The Gulf Islands are great as well. Desolation does offer warm water for swimming. The summer winds are light in both areas, although there are some locals where sailing is possible.


----------



## captdowner (Mar 31, 2014)

Thanks for your replioes. We're changed our original plans and are considering starting around Comox, so we don't spend all of our time getting there. 

Does anyone with local knowledge know of places to handle provisiong out of Comox?

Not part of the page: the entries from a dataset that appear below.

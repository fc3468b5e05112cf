/** A function of one variable with continuous second derivative on 0 .. n*step, odd or even about 0, linear beyond. */
export interface SymmetricSpline {
  readonly step: number;
  readonly values: Float64Array;
  value(x: number): number;
}

/**
 * Cubic spline on a uniform grid from 0, continued below 0 by symmetry with continuous second derivative there:
 * 'odd' (value and curvature vanish at 0) or 'even' (slope vanishes at 0). The far end is free (no curvature) and
 * continues on its tangent.
 * @param values values at 0, step, 2 step, ...; at least three
 */
export function symmetricSpline(
  symmetry: 'odd' | 'even',
  step: number,
  values: readonly number[],
): SymmetricSpline {
  const n = values.length;
  if (n < 3) throw new RangeError('a spline needs three or more values');
  const y = Float64Array.from(values);
  if (symmetry === 'odd') y[0] = 0;
  // Second derivatives m by the tridiagonal system (m[i-1] + 4 m[i] + m[i+1]) = 6 second differences / h^2.
  const m = new Float64Array(n);
  const diag = new Float64Array(n).fill(4);
  const upper = new Float64Array(n).fill(1);
  const rhs = new Float64Array(n);
  for (let i = 1; i < n - 1; i++) rhs[i] = (6 * (y[i + 1]! - 2 * y[i]! + y[i - 1]!)) / (step * step);
  if (symmetry === 'odd') {
    diag[0] = 1;
    upper[0] = 0;
    rhs[0] = 0;
  } else {
    diag[0] = 2;
    upper[0] = 1;
    rhs[0] = (6 * (y[1]! - y[0]!)) / (step * step);
  }
  for (let i = 1; i < n - 1; i++) {
    const f = 1 / diag[i - 1]!;
    diag[i]! -= f * upper[i - 1]!;
    rhs[i]! -= f * rhs[i - 1]!;
  }
  for (let i = n - 2; i >= 0; i--) m[i] = (rhs[i]! - upper[i]! * m[i + 1]!) / diag[i]!;
  const last = n - 1;
  const endSlope = (y[last]! - y[last - 1]!) / step + (step * (2 * m[last]! + m[last - 1]!)) / 6;
  const inverse = 1 / step;
  return {
    step,
    values: y,
    value: (x) => {
      const a = Math.abs(x);
      const sign = symmetry === 'odd' && x < 0 ? -1 : 1;
      const p = a * inverse;
      if (p >= last) return sign * (y[last]! + endSlope * (a - last * step));
      const i = Math.floor(p);
      const t = p - i;
      const u = 1 - t;
      return (
        sign *
        (u * y[i]! +
          t * y[i + 1]! +
          ((step * step) / 6) * ((u * u * u - u) * m[i]! + (t * t * t - t) * m[i + 1]!))
      );
    },
  };
}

It's just for 5 days, so we don't need much, especially if we can catch crab and salmon. 

-- Capt Downer


----------



## Alex W (Nov 1, 2012)

We must have gotten lucky there last year, we spent about 10 days in the Desolation Sound region in early July and only motored for 1 or 2 of those days. My favorite day of sailing was waking up late in Isabel Cove and short tacking out of Malaspana Inlet then riding a nice reach over to Prideaux Haven on the asym spinnaker.


----------



## jackdale (Dec 1, 2008)

captdowner said:


> Thanks for your replioes. We're changed our original plans and are considering starting around Comox, so we don't spend all of our time getting there.
> 
> Does anyone with local knowledge know of places to handle provisiong out of Comox?
> 
> ...


Charter companies can arrange provisioning for you.

Both of the companies I mentioned are close to stores. What mode of transportation will you be using?

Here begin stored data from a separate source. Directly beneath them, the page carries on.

import { readFileSync } from 'node:fs';
import { describe, expect, it } from 'vitest';
import { BoatFileError, readBoat } from '../../src/boat/index.js';
import { fetchLimitedSea } from '../../src/environment/index.js';
import { forceBalance, solveState } from '../../src/equilibrium/index.js';

const G = 9.80665;
const text = readFileSync('boats/keelboat.yaml', 'utf8');
const withWaves = (waves: string) => readBoat(`${text}\n${waves}\n`, 'keelboat.yaml');
const SEA = `waves:
  height: 0.5 m
  added_resistance:
    - { twa: 40 deg, coefficient: 0.08 }
    - { twa: 120 deg, coefficient: 0.02 }`;

describe('a sea', () => {
  it('raised over a fetch follows the published growth and stops when fully developed', () => {
    // g Hs / U^2 = 0.0016 sqrt(g F / U^2): 10 m/s over 10 km.
    const s = fetchLimitedSea(10, 10000, G);
    expect((G * s.height) / 100).toBeCloseTo(0.0016 * Math.sqrt((G * 10000) / 100), 12);
    expect((G * s.period) / 10).toBeCloseTo(0.286 * Math.cbrt((G * 10000) / 100), 12);
    const full = fetchLimitedSea(10, 1e8, G);
    expect((G * full.height) / 100).toBeCloseTo(0.243, 12);
    expect((G * full.period) / 10).toBeCloseTo(8.134, 12);
    expect(fetchLimitedSea(0, 1000, G)).toEqual({ height: 0, period: 0 });
  });

  it('costs nothing unless the file says so, and then what the file says', () => {
    const calm = readBoat(text, 'keelboat.yaml');
    const rough = withWaves(SEA);
    const wind = { tws: 6, twa: 0.75 };
    const a = solveState(calm, wind);
    const b = solveState(rough, wind);
    if (a.status !== 'balanced' || b.status !== 'balanced') throw new Error('no state');
    expect(b.speed).toBeLessThan(a.speed);
    const row = forceBalance(rough, b).rows.find((r) => r.name.startsWith('waves'))!;
    const { lwl, bwl } = rough.hull.form;
    const scale = (rough.spec.water.density * G * bwl ** 2 * 0.25) / lwl;
    const c = -row.forward / scale;
    expect(c).toBeGreaterThan(0.02);
    expect(c).toBeLessThan(0.08);
    expect(forceBalance(calm, a).rows.some((r) => r.name.startsWith('waves'))).toBe(false);
  });

  it('of a period takes the figures between those of its neighbours', () => {
    const rows = (period: string) => `waves:
  height: 0.5 m
  period: ${period}
  added_resistance:
    - { period: 2 s, twa: 40 deg, coefficient: 0.02 }
    - { period: 2 s, twa: 120 deg, coefficient: 0.01 }
    - { period: 4 s, twa: 40 deg, coefficient: 0.08 }
    - { period: 4 s, twa: 120 deg, coefficient: 0.03 }`;
    const speed = (period: string): number => {
      const s = solveState(withWaves(rows(period)), { tws: 6, twa: 0.75 });
      return s.status === 'balanced' ? s.speed : Number.NaN;
    };
    const [short, middle, long, longer] = ['2 s', '3 s', '4 s', '9 s'].map(speed);
    expect(middle).toBeLessThan(short!);
    expect(middle).toBeGreaterThan(long!);
    expect(longer).toBe(long);
    expect(() => withWaves(rows('3 s').replace('{ period: 4 s, twa: 40', '{ twa: 40'))).toThrow(
      /only some rows/,
    );
    expect(() => withWaves(rows('3 s').replace('  period: 3 s\n', ''))).toThrow(
      /by period, but the sea has none/,
    );
    expect(() => withWaves(rows('3 s').replaceAll('4 s', '1 s'))).toThrow(/periods must not fall/);
  });

  it('needs one of height and fetch, and rising angles', () => {
    expect(() => withWaves(SEA.replace('height: 0.5 m', 'height: 0.5 m\n  fetch: 2 km'))).toThrow(
      BoatFileError,
    );
    expect(() => withWaves(SEA.replace('120 deg', '30 deg'))).toThrow(/angles must rise/);
  });

  it('is written about in the check of its own range', () => {
    expect(() => withWaves(SEA.replace('0.5 m', '50 m'))).toThrow(/outside/);
  });
});

describe('roughness', () => {
  it('slows the boat, the more so the rougher', () => {
    const speeds = ['0 mm', '0.1 mm', '0.5 mm'].map((r) => {
      const b = readBoat(text.replace('  planes: no', `  planes: no\n  roughness: ${r}`), 'keelboat.yaml');
      const s = solveState(b, { tws: 4, twa: 1.6 });
      return s.status === 'balanced' ? s.speed : Number.NaN;
    });
    expect(speeds[1]).toBeLessThan(speeds[0]!);
    expect(speeds[2]).toBeLessThan(speeds[1]!);
  });
});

There are also a couple of place to add to your provisions within the Desolation Sound area.


----------



## Faster (Sep 13, 2005)

In Comox a (good) grocery store is a short walk from the marinas. Liquor sales in the same complex. It's a short, inexpensive cab ride if you can't carry/drag it all.

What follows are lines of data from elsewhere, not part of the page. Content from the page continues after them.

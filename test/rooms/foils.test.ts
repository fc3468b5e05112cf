import { describe, expect, it } from 'vitest';
import {
  bulbFormFactor,
  bulbVolume,
  bulbWetted,
  FOIL,
  type FoilSpec,
  foilFriction,
  prepareFoilSystem,
  rudderDownwash,
} from '../../src/foils/index.js';
import { seeded } from '../support/random.js';

const WATER = { density: 1025, kinematicViscosity: 1.19e-6 };

function system(random: () => number, s = 1) {
  const between = (a: number, b: number): number => a + (b - a) * random();
  const keel: FoilSpec = {
    kind: 'keel',
    span: s * between(0.7, 1.4),
    chords: [s * between(0.4, 0.9), s * between(0.25, 0.4)],
    sweep: between(0, 0.3),
    thickness: between(0.06, 0.14),
    x: s * between(0, 0.4),
    z: s * -0.3,
    surfacePiercing: false,
    clMax: 1.2,
  };
  const rudder: FoilSpec = {
    kind: 'rudder',
    span: s * between(0.5, 1),
    chords: [s * between(0.25, 0.35), s * between(0.15, 0.25)],
    sweep: 0.05,
    thickness: 0.1,
    x: s * -2.5,
    z: 0,
    surfacePiercing: true,
    clMax: 0.85,
  };
  return prepareFoilSystem({
    keel,
    rudder,
    canoeDraft: 0.3 * s,
    sidewaysVolume: 0.5 * s ** 3,
    water: { density: WATER.density, kinematicViscosity: WATER.kinematicViscosity * s ** 1.5 },
  });
}

const out = new Float64Array(FOIL.count);
const evaluate = (f: ReturnType<typeof system>, v: number, l: number, r: number, h: number, hoist = 1) => {
  f.evaluateInto(v, l, r, h, hoist, out);
  return out.slice();
};

describe('keel and rudder', () => {
  it('have lift odd and drag even under a change of sides', () => {
    const random = seeded(1);
    for (let k = 0; k < 40; k++) {
      const f = system(random);
      const a = evaluate(f, 3, 0.08, 0.03, 0.3);
      const b = evaluate(f, 3, -0.08, -0.03, -0.3);
      for (const i of [FOIL.lift, FOIL.heelMoment, FOIL.yawMoment, FOIL.keelLift, FOIL.rudderLift]) {
        expect(b[i]).toBeCloseTo(-a[i]!, 9);
      }
      for (const i of [
        FOIL.keelInduced,
        FOIL.keelProfile,
        FOIL.rudderInduced,
        FOIL.rudderProfile,
        FOIL.keelStall,
      ]) {
        expect(b[i]).toBeCloseTo(a[i]!, 9);
      }
    }
  });

  it('quarter the induced drag for twice the span at the same lift', () => {
    const base = system(seeded(3));
    const long = prepareFoilSystem({
      ...base.spec,
      canoeDraft: 0,
      keel: { ...base.spec.keel, span: 2 * base.spec.keel.span, chords: [0.5, 0.5], sweep: 0 },
    });
    const short = prepareFoilSystem({
      ...base.spec,
      canoeDraft: 0,
      keel: { ...base.spec.keel, chords: [0.25, 0.25], sweep: 0 },
    });
    const a = evaluate(short, 3, 0.05, 0, 0);
    const b = evaluate(long, 3, 0.05, 0, 0);
    // Same aspect ratio, so the same efficiency: Di / L^2 goes with 1 / span^2.
    const ratio =
      b[FOIL.keelInduced]! / b[FOIL.keelLift]! ** 2 / (a[FOIL.keelInduced]! / a[FOIL.keelLift]! ** 2);
    expect(ratio).toBeCloseTo(0.25, 9);
  });

  it('turn the bow to leeward when the rudder lifts to windward', () => {
    const f = system(seeded(5));
    const a = evaluate(f, 3, 0.05, 0, 0.2);
    const b = evaluate(f, 3, 0.05, 0.1, 0.2);
    expect(b[FOIL.rudderLift]).toBeGreaterThan(a[FOIL.rudderLift]!);
    expect(b[FOIL.yawMoment]).toBeLessThan(a[FOIL.yawMoment]!);
  });

  it('lose side force with heel and with the board raised', () => {
    const f = system(seeded(6));
    const up = evaluate(f, 3, 0.06, 0, 0)[FOIL.keelLift]!;
    expect(evaluate(f, 3, 0.06, 0, 0.4)[FOIL.keelLift]).toBeLessThan(up);
    let before = 0;
    for (const hoist of [0.3, 0.5, 0.7, 0.9, 1]) {
      const own = evaluate(f, 3, 0.06, 0, 0, hoist);
      const profile = own[FOIL.keelProfile]!;
      expect(profile).toBeGreaterThan(before);
      before = profile;
    }
  });

  it('are smooth in every argument, at rest too', () => {
    const f = system(seeded(7));
    const e = 1e-4;
    const base: [number, number, number, number, number][] = [
      [3, 0.05, 0.02, 0.2, 0.8],
      [3, 0, 0, 0, 0.8],
      [0.5, 0.02, 0, 0, 0.6],
    ];
    for (const p of base) {
      for (let j = 0; j < 5; j++) {
        const at = (d: number): Float64Array => {
          const q = [...p] as typeof p;
          q[j]! += d;
          return evaluate(f, ...q);
        };
        // Slopes on either side differ by curvature times step: halving the step must halve it; a kink would stay.
        const gap = (d: number): number[] => {
          const [a, b, c] = [at(-d), at(0), at(d)];
          return Array.from(b, (v, i) => (c[i]! - 2 * v + a[i]!) / d);
        };
        const wide = gap(e);
        const narrow = gap(0.5 * e);
        for (let i = 0; i < FOIL.keelStall; i++) {
          expect(Math.abs(narrow[i]!)).toBeLessThan(
            0.6 * Math.abs(wide[i]!) + 1e-5 * (1 + Math.abs(at(0)[i]!)),
          );
        }
      }
    }
    for (const v of evaluate(f, 0, 0.1, 0.1, 0.2)) expect(Number.isFinite(v)).toBe(true);
  });

  it('scale: s cubed the force at root s the speed', () => {
    for (const s of [0.5, 2.2]) {
      const a = evaluate(system(seeded(11)), 3, 0.06, 0.02, 0.2);
      const b = evaluate(system(seeded(11), s), 3 * Math.sqrt(s), 0.06, 0.02, 0.2);
      expect(b[FOIL.lift]! / a[FOIL.lift]! / s ** 3).toBeCloseTo(1, 10);
      expect(b[FOIL.keelProfile]! / a[FOIL.keelProfile]! / s ** 3).toBeCloseTo(1, 10);
      expect(b[FOIL.yawMoment]! / a[FOIL.yawMoment]! / s ** 4).toBeCloseTo(1, 10);
    }
  });
});

describe('foil sections and downwash', () => {
  it('have friction between the laminar and the turbulent line', () => {
    for (let p = 4.5; p < 7.5; p += 0.1) {
      const re = 10 ** p;
      const cf = foilFriction(re);
      expect(cf).toBeGreaterThanOrEqual(1.328 / Math.sqrt(re) - 1e-9);
      expect(cf).toBeLessThan(0.075 / (Math.log10(re) - 2) ** 2 + 2e-4);
    }
  });

  it('have downwash odd in lift and below both laws', () => {
    for (const cl of [0.01, 0.05, 0.2, 0.6]) {
      const d = rudderDownwash(cl, 4);
      expect(rudderDownwash(-cl, 4)).toBe(-d);
      expect(d).toBeLessThanOrEqual((2 * cl) / (Math.PI * 4) + 1e-12);
      expect(d).toBeLessThanOrEqual(0.136 * Math.sqrt(cl / 4) + 1e-12);
    }
  });
});

describe('planforms, twin blades, bulbs and kicked-up rudders', () => {
  const base = system(seeded(21)).spec;
  const plain = (over: Partial<FoilSpec> = {}, rudder: Partial<FoilSpec> = {}) =>
    prepareFoilSystem({
      ...base,
      keel: { ...base.keel, ...over },
      rudder: { ...base.rudder, ...rudder },
    });

  it('take chords along the span: the straight taper written out is the same foil', () => {
    const [r, t] = [base.keel.chords[0]!, base.keel.chords[1]!];
    const a = evaluate(plain(), 3, 0.06, 0.02, 0.2, 0.7);
    const b = evaluate(plain({ chords: [r, 0.5 * (r + t), t] }), 3, 0.06, 0.02, 0.2, 0.7);
    a.forEach((v, i) => {
      expect(b[i]).toBeCloseTo(v, 7);
    });
    // An ellipse carries its lift with the least induced drag of its span, a pointed tip higher up than a square one.
    const ellipse = Array.from({ length: 21 }, (_, i) => 0.6 * Math.sqrt(1 - (i / 20.2) ** 2));
    const e = evaluate(plain({ chords: ellipse, sweep: 0 }), 3, 0.06, 0, 0);
    const s = evaluate(plain({ chords: [0.47, 0.47], sweep: 0 }), 3, 0.06, 0, 0);
    const per = (o: Float64Array): number => o[FOIL.keelInduced]! / o[FOIL.keelLift]! ** 2;
    expect(per(e)).toBeLessThan(per(s));
    const arm = (o: Float64Array): number =>
      (o[FOIL.heelMoment]! - o[FOIL.rudderHeelMoment]!) / o[FOIL.keelLift]!;
    const p = evaluate(plain({ chords: [0.9, 0.05], sweep: 0 }), 3, 0.06, 0, 0);
    expect(arm(p)).toBeLessThan(arm(s));
  });

  it('add a bulb as drag alone', () => {
    const bulb = { length: 0.8, diameter: 0.14 };
    const a = evaluate(plain(), 3, 0.06, 0.02, 0.2);
    const b = evaluate(plain({ bulb }), 3, 0.06, 0.02, 0.2);
    a.forEach((v, i) => {
      if (i !== FOIL.keelProfile) expect(b[i]).toBe(v);
    });
    const wetted = bulbWetted(bulb);
    // Between the sphere of its diameter's surface and the cylinder round it.
    expect(wetted).toBeGreaterThan(0.75 * Math.PI * 0.8 * 0.14);
    expect(wetted).toBeLessThan(Math.PI * 0.8 * 0.14);
    const own =
      0.5 *
      WATER.density *
      9 *
      wetted *
      bulbFormFactor(bulb) *
      foilFriction((3 * 0.8) / WATER.kinematicViscosity);
    expect(b[FOIL.keelProfile]! - a[FOIL.keelProfile]!).toBeCloseTo(own, 9);
    expect(bulbVolume({ length: 2, diameter: 2 })).toBeCloseTo((4 / 3) * Math.PI, 12);
    expect(bulbWetted({ length: 2, diameter: 2 })).toBeCloseTo(4 * Math.PI, 12);
  });

  it('lift less and further aft with the rudder kicked up', () => {
    let before = Number.POSITIVE_INFINITY;
    for (const swung of [0, 0.3, 0.6, 0.9]) {
      const o = evaluate(plain({}, { swung }), 3, 0, 0.1, 0);
      expect(o[FOIL.rudderLift]).toBeLessThan(before);
      expect(-o[FOIL.rudderYawMoment]! / o[FOIL.rudderLift]!).toBeGreaterThan(-base.rudder.x - 1e-9);
      before = o[FOIL.rudderLift]!;
    }
  });

  it('share the work between twin blades, and lose the windward one with heel', () => {
    const twin = { offset: 0.4, cant: 0.17, lowered: 'both' } as const;
    const one = evaluate(plain(), 3, 0, 0.08, 0);
    const two = evaluate(plain({}, { twin }), 3, 0, 0.08, 0);
    // Upright both are down: nearly twice the force (each leans, and its root is at the surface).
    expect(two[FOIL.rudderLift]! / one[FOIL.rudderLift]!).toBeGreaterThan(1.7);
    expect(two[FOIL.rudderLift]! / one[FOIL.rudderLift]!).toBeLessThan(2);
    expect(two[FOIL.rudderProfile]! / one[FOIL.rudderProfile]!).toBeCloseTo(2, 1);
    // Far over, the leeward one alone stands upright in the water.
    const over = evaluate(plain({}, { twin: { ...twin, offset: 3 } }), 3, 0, 0.08, 0.5);
    const lee = evaluate(plain({}, { twin: { ...twin, offset: 3, lowered: 'leeward' } }), 3, 0, 0.08, 0.5);
    expect(over[FOIL.rudderLift]).toBeCloseTo(lee[FOIL.rudderLift]!, 9);
    // A leeward blade canted by the heel is upright: all its lift is horizontal.
    const upright = evaluate(
      plain({}, { twin: { offset: 0.4, cant: 0.3, lowered: 'leeward' } }),
      3,
      0,
      0.08,
      0.3,
    );
    expect(upright[FOIL.rudderLift]! * Math.cos(0.3)).toBeCloseTo(one[FOIL.rudderLift]!, 6);
  });

  it('stay smooth with twin blades as the windward one comes out', () => {
    const f = plain(
      { twin: { offset: 0.5, cant: 0.1, lowered: 'both' } },
      { twin: { offset: 0.4, cant: 0.17, lowered: 'both' } },
    );
    let previous: Float64Array | undefined;
    let slope: number[] | undefined;
    for (let heel = -0.1; heel < 1; heel += 0.002) {
      const o = evaluate(f, 3, 0.06, 0.02, heel);
      for (const v of o) expect(Number.isFinite(v)).toBe(true);
      const now = previous && Array.from(o, (v, i) => (v - previous![i]!) / 0.002);
      if (now && slope)
        for (const i of [FOIL.lift, FOIL.keelInduced, FOIL.rudderLift, FOIL.keelProfile])
          expect(Math.abs(now[i]! - slope[i]!)).toBeLessThan(0.05 * Math.max(20, Math.abs(o[FOIL.lift]!)));
      previous = o;
      slope = now;
    }
  });
});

Refuge Cove, Squirrel Cove, and Heriot Bay are reasonable provisioning stops once in Desolation. Moorage is usually plentiful during the day at Refuge, not so much necessarily at the other two.

Coming out of Comox one of our usual 'first stops' is amongst the Copeland Islands, it's an easy daysail from Comox and gets you on the doorstep of Desolation even if you leave later in the day. Crossing the Comox Bar is usually fine as long as you follow the markers, unless very low tide and rough conditions together. If heading for the Copelands pay close attention to reefs and shoals in the Savary Island area.

Alternatively once over the Bar you can head more directly to Cortez Island, typically that's a more 'upwind' trek unless you luck into some SE winds.


----------



## jackdale (Dec 1, 2008)

Ron - how can you bypass Lund and Nancy's Bakery?


----------



## Faster (Sep 13, 2005)

jackdale said:


> Ron - how can you bypass Lund and Nancy's Bakery?


Sorry....  - but actually I've had difficulty landing at Lund.. it's often too busy.


----------



## Capt Len (Oct 9, 2011)

You could anchor in the Copelands (Raggeds to the locals) and skiff to town Or have the hired skipper stand off while you visit the pub and /or Nancys.


----------



## Bob142 (May 27, 2012)

I have seen a lot of the big boats with the hired skippers do just that...well worth it...


----------